The imaging characteristics of TM infection are nonspecific. Specifically, mediastinal lymph node enlargement was the most common finding in this study. Nodular shadows, consolidation, interstitial infiltration, cavities, mediastinal emphysema, and pleural effusion were also observed, which is consistent with previous reports [38]. Additionally, white secretions could be seen with a bronchoscope.

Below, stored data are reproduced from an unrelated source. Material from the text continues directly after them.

//! The sheet as one HTML page: no network, no script, for screen and paper.
use super::figure;
use super::value::{Block, Cell, Column, Figure, Kind, Row, Section, Sheet, Table};
use crate::margin::Verdict;
use crate::sheet::CAUTION_LINE;
use maud::{DOCTYPE, Markup, PreEscaped, html};

/// The look on screen, light and dark, and on paper.
pub const STYLE: &str = include_str!("style.css");

/// The sheet as a page of its own. Words of the file are escaped.
#[must_use]
pub fn sheet_html(sheet: &Sheet) -> String {
    let title = format!("Calculation sheet: {}", sheet.title);
    let page = html! {
        (DOCTYPE)
        html lang="en" {
            head {
                meta charset="utf-8";
                meta name="viewport" content="width=device-width, initial-scale=1";
                meta name="color-scheme" content="light dark";
                title { (title) }
                style { (PreEscaped(STYLE)) }
            }
            body {
                header {
                    p.caution role="note" { (CAUTION_LINE) }
                    h1 { (title) }
                    p.about { "underfoot " (env!("CARGO_PKG_VERSION")) ", " (sheet.file) ", SHA-256 " code { (&sheet.scenario_sha256[..sheet.scenario_sha256.len().min(16)]) } }
                }
                main { @for (index, part) in sheet.sections.iter().enumerate() { (section(index + 1, part)) } }
                footer { p { (CAUTION_LINE) } }
            }
        }
    };
    let mut text = page.into_string();
    text.push('\n');
    text
}

fn section(number: usize, section: &Section) -> Markup {
    html! {
        section id=(section.id) {
            h2 { (number) ". " (section.title) }
            @for block in &section.blocks { (self::block(block)) }
        }
    }
}

fn block(block: &Block) -> Markup {
    match block {
        Block::Words(words) => html! { p { (words) } },
        Block::Verdict(verdict, words) => html! {
            p class=(format!("verdict {}", verdict.word())) {
                strong { (verdict.symbol()) " " (verdict.word().to_uppercase()) } ": " (words)
            }
        },
        Block::Part(words) => html! { h3 { (words) } },
        Block::List(list) => html! { ul { @for words in list { li { (words) } } } },
        Block::Table(table) => self::table(table),
        Block::Figure(figure) => self::figure(figure),
        Block::Blank(lines) => html! {
            table.blank {
                caption { "To be filled in by hand" }
                tbody { @for line in *lines { tr { th scope="row" { (line) } td {} } } }
            }
        },
    }
}

fn table(table: &Table) -> Markup {
    html! {
        table id=(format!("table-{}", table.id)) class=(table_class(table)) {
            caption { (table.caption) }
            thead { tr { @for column in table.columns { th scope="col" class=[column_class(column)] { (column.head) } } } }
            tbody { @for row in &table.rows { (self::row(table, row)) } }
        }
    }
}

/// Whether the rows are steps of a working, with symbols in their words.
fn is_working(table: &Table) -> bool {
    table.columns.iter().any(|column| column.key == "formula")
}

/// Most rows of a table that is kept on one page.
const WHOLE: usize = 12;

fn table_class(table: &Table) -> &'static str {
    match (is_working(table), table.rows.len() <= WHOLE) {
        (true, true) => "steps whole",
        (true, false) => "steps",
        (false, true) => "plain whole",
        (false, false) => "plain",
    }
}

fn row(table: &Table, row: &Row) -> Markup {
    let working = is_working(table);
    html! {
        tr class=[row.verdict.map(Verdict::word)] {
            @for (column, cell) in table.columns.iter().zip(&row.cells) { (self::cell(column, cell, working)) }
        }
    }
}

fn cell(column: &Column, cell: &Cell, working: bool) -> Markup {
    let words = match (column.kind, working) {
        (_, true) => formula(&cell.words),
        (Kind::Formula, false) => key(&cell.words),
        _ => html! { (cell.words) },
    };
    if column.kind == Kind::Name {
        return html! { th scope="row" { (words) } };
    }
    html! { td class=[column_class(column)] { (words) } }
}

/// A key of the file or an id, which may break after its points and between its words.
fn key(words: &str) -> Markup {
    html! { @for part in words.split_inclusive(['.', '_']) { (part) wbr; } }
}

const fn column_class(column: &Column) -> Option<&'static str> {
    match column.kind {
        Kind::Number => Some("number"),
        Kind::Formula => Some("formula"),
        Kind::Words | Kind::Name => None,
    }
}

/// A formula with its lower indices set low: `x_low` up to the first sign that is no letter, digit or comma between two.
fn formula(words: &str) -> Markup {
    let mut parts = words.split('_');
    let first = parts.next().unwrap_or("");
    html! {
        (first)
        @for part in parts {
            @let end = index_end(part);
            sub { (&part[..end]) } (&part[end..])
        }
    }
}

fn index_end(part: &str) -> usize {
    let mut end = 0;
    let mut rest = part.char_indices().peekable();
    while let Some((at, c)) = rest.next() {
        let comma = c == ',' && rest.peek().is_some_and(|(_, next)| next.is_ascii_alphanumeric());
        if !(c.is_ascii_alphanumeric() || comma) {
            break;
        }
        end = at + c.len_utf8();
    }
    end
}

fn figure(figure: &Figure) -> Markup {
    html! {
        figure id=(format!("figure-{}", figure.id)) {
            (figure::svg(figure))
            figcaption { strong { (figure.title) ". " } (figure.text) }
        }
    }
}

Currently, there is no standard for treating TM infection in HIV-negative patients. Current treatment is based on studies of TM infection in HIV-positive patients, with long-term consolidation and maintenance treatment with itraconazole after 2 weeks of highly effective amphotericin B induction therapy [20]. Voriconazole and itraconazole are also used in the treatment of TM in non-HIV patients, and their safety and efficacy have been confirmed [20, 37, 38]. However, amphotericin B can cause serious adverse effects, such as liver and kidney damage and severe hypokalemia [39]. Therefore, the ability of children to tolerate the drug should be considered. In our study, amphotericin B was mainly used in children with recurrences and severe disease onset at the initial stage. Two children relapsed after stopping antifungal therapy within one year, and the entire antifungal treatment course in all children was much longer than the duration recommended for adults. Therefore, we speculate that there is persistent fungal susceptibility caused by PID [40]. All the children repeatedly monitored the plasma concentration of antifungal drugs to determine the dose. Excluding the two children who did not complete follow-up, all the remaining children improved. Therefore, antifungal therapy should be personalized and more than one year for immunodeficient children with respiratory tract TM infection. Furthermore, the global response should be assessed at the end of treatment based on the overall clinical, mycological, radiological, and immune state [41].

Conclusion

TM infections in children mostly have respiratory symptoms as their first manifestation. TM infection should be considered if a child presents with cough, fever, hepatosplenomegaly, and lymphadenectasis that does not respond to antibiotic therapy. It is necessary to employ different methods, including sputum smears, cultures, tissue biopsies, and mNGS from various samples (blood, bone marrow, BALF, lymph nodes, or lung) to determine the pathogen and any coinfections. In addition, clinicians should not view TM infection as the endpoint of diagnosis and need to inquire about clinical manifestations related to immunodeficiency and discover any underlying immunodeficiency diseases. Nevertheless, the duration of anti-TM therapy and the indicators for discontinuation are currently unclear in HIV-negative children. In this study, patients were prone to relapse due to the cessation of antifungal treatment within one year. Therefore, it is recommended that the treatment time for anti-TM infection be longer than one year, especially for patients with immunodeficiency. Antifungal drug concentrations must be monitored throughout the treatment period.